21 x 17 in (53.34 x 43.18 cm)
1 : 975000
This is a beautiful map of Scotland from Sidney Hall's extremely scarce 1835 New General Atlas. It covers Scotland from the Orkney Islands to Wigton in the south inclusive of the Hebrides. Towns, rivers, mountains, railroads, battle sites, and various other important topographical details are noted. Elevation throughout is rendered by hachure and political and territorial boundaries are outlined in color. Hall's map marks the site of the Antonine Wall, fortifications built by the Roman Empire to defend against the unruly tribes to the north, but it is not specifically named. Several battlegrounds, including the Battle of Falkirk in 1298 and 1746, the battle of Dunbar in 1296 and 1650, and the battle of Solway Moss in 1542, among others are noted. The Bell Rock, home to the world's oldest surviving sea-washed lighthouse is also identified. The legendary story of the Bell Rock or the Inchcape was made famous by Robert Southey's poem 'The Inchcape Rock.' This map was issued in the midst of Scotland's Industrial Revolution, in which it emerged as a regional center for engineering and shipbuilding.

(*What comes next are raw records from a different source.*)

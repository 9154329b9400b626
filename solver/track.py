"""A line of fibre made ready to march along: where it is cut, how it is stepped and watched."""

import math
from collections.abc import Callable, Iterator, Sequence
from dataclasses import dataclass
from typing import Any, Literal

import numpy as np

from solver.fibre import Section
from solver.grid import Complex, Field, Grid, Real
from solver.kernels import band_share, kerr_rotation, linear_flow
from solver.schemes import Scheme
from solver.transforms import Transforms, resampled, transforms

OutcomeKind = Literal[
    "completed", "aliased", "non_finite", "under_resolved", "tolerance_not_met", "steps_too_long"
]
Observer = Callable[[int, Field], None]
"""Called with the index of a recorded distance and the field there."""

EDGE = 1 / 16
"""Share of the samples, at each end of the band, that has to stay empty."""
ERROR_CONSTANT = {2: 0.5, 4: 0.04}
"""Measured: error of a run is about this, times W^{p+1}/N^p, W the total weight, N the steps."""
ROUNDED_OFF = 0.3
"""Part of a step that a stretch may be short of what was asked."""


@dataclass(frozen=True)
class Outcome:
    """How a propagation ended, what to do about it, and where along the line it was noticed."""

    kind: OutcomeKind = "completed"
    advice: str = ""
    z_km: float | None = None


COMPLETED = Outcome()


@dataclass(frozen=True)
class Light:
    """What the choice of steps needs to know of the light at the input.

    power_w: self-weighted mean power ⟨P²⟩/⟨P⟩ of both components together.
    density: share of the energy in each frequency bin, shape (samples,).
    """

    power_w: float
    density: Real


@dataclass(frozen=True)
class _Stretch:
    """A part of one section between two borders; ``joint`` is what its end lets through."""

    section: int
    start_km: float
    end_km: float
    recorded: bool
    joint: float = 1.0


@dataclass(frozen=True)
class Piece:
    """Equal steps within one section; ``recorded`` where its end is to be observed, and
    ``joint`` the amplitude that passes there."""

    section: int
    steps: int
    step_km: float
    end_km: float
    recorded: bool
    joint: float = 1.0


class Wave:
    """Fields under way down a line, and a Kerr turn put off until a phase is needed.

    The Kerr flow leaves all powers alone, so the half turn that ends one step waits for the one
    that begins the next. The buffer is shared by all waves of one shape in this process.
    """

    def __init__(self, field: Field) -> None:
        realizations, _, samples = field.shape
        precision = "single" if field.dtype == np.complex64 else "double"
        self.work: Transforms = transforms(realizations, samples, precision)
        self.work.buffer[:] = field
        self._real = np.float32 if precision == "single" else np.float64
        self._rotate = kerr_rotation(self._real)
        self._own = self._other = 0.0

    @property
    def field(self) -> Field:
        """The buffer, √W, (realizations, 2, samples): powers are right, phases once settled."""
        buffer: Field = self.work.buffer
        return buffer

    def turn(self, own: float, other: float) -> None:
        """Put a Kerr turn off, rad/W by the own power and by that of the other component."""
        self._own += own
        self._other += other

    def settle(self) -> None:
        """Carry out what was put off."""
        if self._own or self._other:
            self._rotate(self.work.buffer, self._real(self._own), self._real(self._other))
            self._own = self._other = 0.0

    def kept(self) -> "KeptWave":
        """A copy to come back to."""
        return KeptWave(self.work.buffer.copy(), self._own, self._other)


@dataclass(frozen=True)
class KeptWave:
    """A wave as it was at some distance."""

    field: Field
    own: float
    other: float

    def again(self, samples: int) -> Wave:
        """The wave, on this many samples of its window."""
        wave = Wave(resampled(self.field, samples))
        wave.turn(self.own, self.other)
        return wave


class Track:
    """A line cut at the recorded distances, with the means to choose and take steps on it."""

    def __init__(
        self, made: Sequence[Section], grid: Grid, recorded_km: Sequence[float] = ()
    ) -> None:
        self.grid = grid
        self.sections = made
        self.length_km = sum(section.length_km for section in self.sections)
        self._stretches = list(self._cut([z for z in recorded_km if z > 0.0]))
        self._operators: dict[tuple[Any, ...], tuple[list[Any], int]] = {}

    def _cut(self, recorded_km: Sequence[float]) -> Iterator[_Stretch]:
        """Yield every stretch between two borders."""
        tiny = 1e-9 * self.length_km
        start = border = 0.0
        for index, section in enumerate(self.sections):
            border += section.length_km
            inside = [z for z in recorded_km if start + tiny < z < border - tiny]
            seen_at_border = any(abs(z - border) <= tiny for z in recorded_km)
            for end in inside:
                yield _Stretch(index, start, end, recorded=True)
                start = end
            yield _Stretch(index, start, border, seen_at_border, section.joint)
            start = border

    def weights(self, scheme: Scheme, light: Light) -> Real:
        """Relative number of steps each stretch deserves: ∫ c^{1/(p+1)} dz.

        All zero where the linear and the Kerr flow commute all along, so that any steps are exact.

        A step of length h errs by about c h^{p+1}, with c of the size of nested commutators of
        the linear rate l and the Kerr rate n, c = n l (n + l)^{p−1}. Loss α leaves the Kerr
        term's form alone, so of its commutators only n α^p is there. Steps that err equally
        then have the density c^{1/(p+1)}.
        """
        p = scheme.order
        weights = []
        power = light.power_w
        rates = [_linear_rate(section.rate, light.density) for section in self.sections]
        for stretch in self._stretches:
            section = self.sections[stretch.section]
            length = stretch.end_km - stretch.start_km
            decay = math.exp(-section.attenuation_per_km * length)
            kerr = 0.5 * (section.kerr_self + section.kerr_cross) * power * math.sqrt(decay)
            linear = rates[stretch.section]
            error = kerr * (
                linear * (kerr + linear) ** (p - 1) + abs(section.attenuation_per_km) ** p
            )
            weights.append(length * error ** (1 / (p + 1)))
            power *= decay * stretch.joint**2
        return np.array(weights)

    def pieces(self, weights: Real, steps: float) -> list[Piece]:
        """About ``steps`` steps shared out over the stretches, at least one for each.

        Steps of one section are alike: where their length changes, errors of the splitting that
        cancel between equal steps stay behind (they cost twice the bias of C12(0) at equal work).
        """
        total = float(weights.sum()) or 1.0
        density_per_km = np.zeros(len(self.sections))
        for stretch, weight in zip(self._stretches, weights, strict=True):
            length_km = self.sections[stretch.section].length_km
            density_per_km[stretch.section] += steps * float(weight) / total / length_km
        pieces = []
        for stretch in self._stretches:
            length_km = stretch.end_km - stretch.start_km
            wanted = length_km * float(density_per_km[stretch.section])
            count = max(1, math.ceil(wanted - ROUNDED_OFF))
            pieces.append(
                Piece(
                    stretch.section,
                    count,
                    length_km / count,
                    stretch.end_km,
                    stretch.recorded,
                    stretch.joint,
                )
            )
        return pieces

    def _flows(
        self, piece: Piece, scheme: Scheme, precision: type, guarded: bool
    ) -> tuple[list[Any], int]:
        """Linear operators of the scheme's stages, with the transforms' scale taken out.

        Also the number of bins kept on each side of the carrier. Where the linear phase of one
        whole step reaches π, splitting drives sidebands that are not there (Weideman and Herbst,
        SIAM J. Numer. Anal. 23, 485, 1986); a guarded track keeps clear of them by ending its
        band just below.
        """
        key = (piece.section, piece.step_km, scheme.name, precision, guarded)
        if key not in self._operators:
            rate = self.sections[piece.section].rate
            half = self.grid.samples // 2
            inside = np.ones(self.grid.samples, dtype=bool)
            bins = half
            if guarded:
                phase = np.abs(rate.imag - rate.imag[:, :1]).max(axis=0) * piece.step_km
                inside = phase < 0.95 * math.pi
                outwards = inside[1:half] & inside[:half:-1]
                bins = half if outwards.all() else 1 + int(np.argmin(outwards))
            scaled = inside / self.grid.samples
            made = {
                part: _flow(rate, part * piece.step_km, scaled, precision)
                for part in set(scheme.linear)
            }
            if self.grid.samples * len(self._operators) > 2**22:
                self._operators.clear()
            self._operators[key] = ([made[part] for part in scheme.linear], bins)
        return self._operators[key]

    def march(
        self,
        wave: Wave,
        pieces: Sequence[Piece],
        scheme: Scheme,
        *,
        edge_limit: float,
        guard: float = 0.0,
        observe: Observer | None = None,
        phases: bool = False,
        sparing: bool = False,
        axes: Sequence[Complex | None] | None = None,
    ) -> Outcome:
        """Propagate a wave in place, as far as its outcome allows.

        edge_limit: share of a realization's energy allowed at the edges of the band.
        guard: when positive, end the band where the splitting itself would make sidebands, for
        the long steps of an ensemble that are not checked one by one; the share of energy
        allowed at such an end is edge_limit times this, and ``steps_too_long`` the outcome of more.
        observe: called at recorded distances; one that reads fields, not powers only, asks for
        ``phases``. sparing: look at the spectrum at the end of the last piece only.
        axes: of each section, shape (2, 2) or (realizations, 2, 2), instead of its own.
        """
        buffer, forward, inverse = wave.field, wave.work.forward, wave.work.inverse
        recorded = 0
        for piece in pieces:
            looked_at = not sparing or piece is pieces[-1]
            section = self.sections[piece.section]
            flows, bins = self._flows(piece, scheme, buffer.dtype.type, guard > 0.0)
            limit = edge_limit * (guard if 2 * bins < self.grid.samples else 1.0)
            turn_own = section.kerr_self * piece.step_km
            turn_other = section.kerr_cross * piece.step_km
            turn = section.axes if axes is None else axes[piece.section]
            if turn is not None:
                wave.settle()
                _turn_axes(buffer, turn)
            for step in range(piece.steps):
                for stage, flow in enumerate(flows):
                    wave.turn(scheme.kerr[stage] * turn_own, scheme.kerr[stage] * turn_other)
                    wave.settle()
                    forward()
                    if looked_at and step + 1 == piece.steps and stage + 1 == len(flows):
                        outcome = self._inspect(buffer, bins, limit, piece, guard > 0.0)
                        if outcome.kind != "completed":
                            return outcome
                    linear_flow(buffer, flow)
                    inverse()
                wave.turn(scheme.kerr[-1] * turn_own, scheme.kerr[-1] * turn_other)
            if turn is not None:
                wave.settle()
                _turn_axes(buffer, turn.conj().swapaxes(-1, -2))
            if piece.joint != 1.0:
                wave.settle()
                buffer *= piece.joint
            if piece.recorded:
                recorded += 1
                if phases:
                    wave.settle()
                if observe is not None:
                    observe(recorded, buffer)
        return COMPLETED

    def _inspect(
        self, spectrum: Field, bins: int, edge_limit: float, piece: Piece, guarded: bool
    ) -> Outcome:
        """Whether spectra are finite and keep clear of the edges of the band."""
        share = edge_share(spectrum, bins)
        if share <= edge_limit:
            return COMPLETED
        if math.isnan(share):
            return Outcome(
                "non_finite",
                "the field overflowed: look for an extreme power, nonlinear coefficient or length",
                piece.end_km,
            )
        if 2 * bins < self.grid.samples or (guarded and self._driven(spectrum, share, piece)):
            return Outcome("steps_too_long", "take shorter steps", piece.end_km)
        return Outcome(
            "aliased",
            f"the spectrum reached the edge of its band at {piece.end_km:.3g} km "
            f"(share of the energy there {share:.1e}, allowed {edge_limit:.1e}): "
            f"use at least {2 * self.grid.samples} samples in the same window",
            piece.end_km,
        )

    def _driven(self, spectrum: Field, share: float, piece: Piece) -> bool:
        """Whether what stands at the end of the grid was made by the steps.

        The Kerr phase brings the resonance of the steps inside the phase of π. Light that spreads
        falls off towards the end of the grid; sidebands that the steps drive stand out there.
        """
        half = self.grid.samples // 2
        rate = self.sections[piece.section].rate.imag
        phase = np.abs(rate[:, half] - rate[:, 0]).max() * piece.step_km
        inner = band_share(spectrum, round(half * (1 - 3 * EDGE)), round(half * (1 + 3 * EDGE)))
        return bool(phase > math.pi / 3 and share > inner - share)


def edge_share(spectrum: Field, bins: int) -> float:
    """Largest share of a realization's energy at the edges of a band of ±``bins`` bins.

    spectrum: complex, shape (realizations, 2, samples), FFT order; nan where it is not finite.
    """
    first = bins - max(1, round(bins * EDGE))
    return float(band_share(spectrum, first, spectrum.shape[2] - first))


def expected_steps(weights: Real, scheme: Scheme, tolerance: float) -> float:
    """Number of steps that should meet a field tolerance, from :meth:`Track.weights` alone."""
    p = scheme.order
    return float((ERROR_CONSTANT[p] * float(weights.sum()) ** (p + 1) / tolerance) ** (1 / p))


def _flow(rate: Complex, length_km: float, scale: Real, precision: type) -> Field:
    """exp(rate·length)·scale; real functions take a tenth of the complex one's time."""
    size, phase = np.exp(rate.real * length_km) * scale, rate.imag * length_km
    made: Field = np.empty(rate.shape, dtype=precision)
    made.real, made.imag = size * np.cos(phase), size * np.sin(phase)
    return made


def _linear_rate(rate: Complex, density: Real) -> float:
    """Spread of the linear phase rate over a spectrum, both components, rad/km."""
    mean = (density * rate.imag).sum(axis=1, keepdims=True)
    return math.sqrt(float((density * (rate.imag - mean) ** 2).sum() / 2))


def _turn_axes(field: Field, axes: Complex) -> None:
    """Multiply (realizations, 2, samples) by one matrix, or by one for each realization."""
    entry = axes[..., None].astype(field.dtype)
    first = entry[..., 0, 0, :] * field[:, 0] + entry[..., 0, 1, :] * field[:, 1]
    second = entry[..., 1, 0, :] * field[:, 0] + entry[..., 1, 1, :] * field[:, 1]
    field[:, 0], field[:, 1] = first, second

This map notes towns, rivers, mountains, railroads, battle sites, and various other important topographical details. Elevation throughout is rendered by hachure and political and territorial boundaries are outlined in color.
Sidney Hall's New General Atlas was published from 1830 to 1857, the first edition being the most common, with all subsequent editions appearing only rarely. Most of the maps included in the first edition of this atlas were drawn between 1827 and 1828 and are most likely steel plate engravings, making it among the first cartographic work to employ this technique. Each of the maps in this large and impressive atlas feature elegant engraving and an elaborate keyboard style border. Though this is hardly the first map to employ this type of border, it is possibly the earliest to use it on such a large scale. Both the choice to use steel plate engraving and the addition of the attractive keyboard boarder are evolutions of anti-forgery efforts. Copper plates, which were commonly used for printing bank notes in the early 19th century, proved largely unsuitable due to their overall fragility and the ease with which they could be duplicated. In 1819 the Bank of England introduced a £20,000 prize for anyone who could devise a means to print unforgeable notes. The American inventors Jacob Perkins and Asa Spencer responded to the call. Perkins discovered a process for economically softening and engraving steel plates while Spencer invented an engraving lathe capable of producing complex patters repetitively - such as this keyboard border. Though Perkins and Spenser did not win the prize, their steel plate engraving technique was quickly adopted by map publishers in England, who immediately recognized its value. Among early steel plate cartographic productions, this atlas, published in 1830 by Longman Rees, Orme, Brown & Green stands out as perhaps the finest. This map was issued by Sidney Hall and published by Longman Rees, Orme, Brown & Green of Paternoster Row, London, in the 1835 edition of the Sidney Hall New General Atlas.